図6に示すように、初期試用期限まで所定期間以内となった場合(ステップS502)、ユーザ1はユーザインターフェース10を介して、広範囲RFID読書システムを継続して利用するか否かの意思確認通知を受け取る。ユーザ1が継続利用を希望し、RFID装置6のリースを受けるための処理が実行されると(ステップS504)、第2モードに準拠した広範囲RFIDタグ読取システムの利用が継続される(ステップS505)。一方、ユーザ1が継続利用を希望しない場合、初期試用期限の経過後は、キッチン家電2は無線局免許が不要な第1モードでのみ動作が可能となる(ステップS506)。
【0058】
本実施例によれば、ユーザ1はキッチン家電2の新規購入時点から初期試用期限までの間に広範囲RFIDタグ読書システムを無償で利用できるため、キッチン家電2が実際に設置されたキッチンでの広範囲RFIDタグ読書システムの有用性をユーザ1が検証することが可能となる。
【実施例4】
【0059】
本発明の実施例4に係る食材管理システムについて、
図7を用いて説明する。
図7は、実施例4に係る食材管理システムにおいて、中途試用期限が設定された場合の流れを示すフローチャートである。
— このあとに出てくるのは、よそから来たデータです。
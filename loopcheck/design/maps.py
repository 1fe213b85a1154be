"""Stability maps: where in a plane of two design parameters the sampled
current loop is stable, with exact region boundaries.

Conventions
-----------
A map sweeps two parameters of a :class:`loopcheck.engine.model.Design` (the
*axes*) over a grid and keeps everything else at the design's own values.
Axis names are the case-file names (:data:`AXIS_NAMES`), values are SI
(H, F, Hz, V/A, V/(A*s)); ``"fr/fs"`` is the plain ratio of the LCL
resonance (grid inductance included) to the sampling frequency.

``"fr/fs"`` moves the resonance by scaling the filter capacitance (C, and
the damping capacitor Cd of the split passive-damping variants, by the same
factor) with fs, the inductors and every gain fixed, so the normalised gains
Hi*Ts/L1 and Kp*Ts/(L1+L2+Lg) stay constant along that axis. Combined with
an ``"fs"``, ``"L1"``, ``"L2"`` or ``"Lg"`` axis the capacitance is chosen
per point so that every point has exactly the ratio on the axis.

Verdicts come from closed-loop eigenvalues (stable: every eigenvalue inside
``|z| < 1 - tolerance``, as in :mod:`loopcheck.engine.verdict`), the same model as
:func:`loopcheck.engine.analysis.analyse` (exact ZOH with the computation delay,
damping loop, controller blocks), so a map point agrees with ``check``.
本実施例では、実施例1に加えて、キッチン家電2の新規購入時はユーザ1が広範囲RFIDタグ読書システムの利用を希望せず、かつ、新規購入後の任意の時点でユーザ1が広範囲RFIDタグ読書システムの利用を希望する場合に、試用期間を設けたものである。すなわち、ユーザ1が広範囲RFIDタグ読書システムの利用を希望した時から中途試用期限(第2試用期限)までの間は、ユーザ1が、無線局免許の申請費用や利用費用を支払うことなく、広範囲RFID読書システムを利用できるようにしている。この中途試用期限も、無線局免許に関する法定の有効期限よりも短い期間が設定され、この期限が経過するまでは、無線局免許の管理を代行する事業者が、無線局免許にかかる費用を負担する。
【0060】
本実施例によれば、広範囲RFIDタグ読書システムについて、キッチン家電2の新規購入直後には利用しなくても、その後で希望した場合に中途試用期限までは無償で利用できるため、無線局免許の管理を代行する事業者やキッチン家電2へのユーザの信頼感および安心感が向上する。
【実施例5】
【0061】
本発明の実施例5に係る食材管理システムについて、
図8を用いて説明する。
図8は、実施例5に係る食材管理システムにおいて、無線局免許の期限まで所定期間に近付いた場合の処理を示すフローチャートである。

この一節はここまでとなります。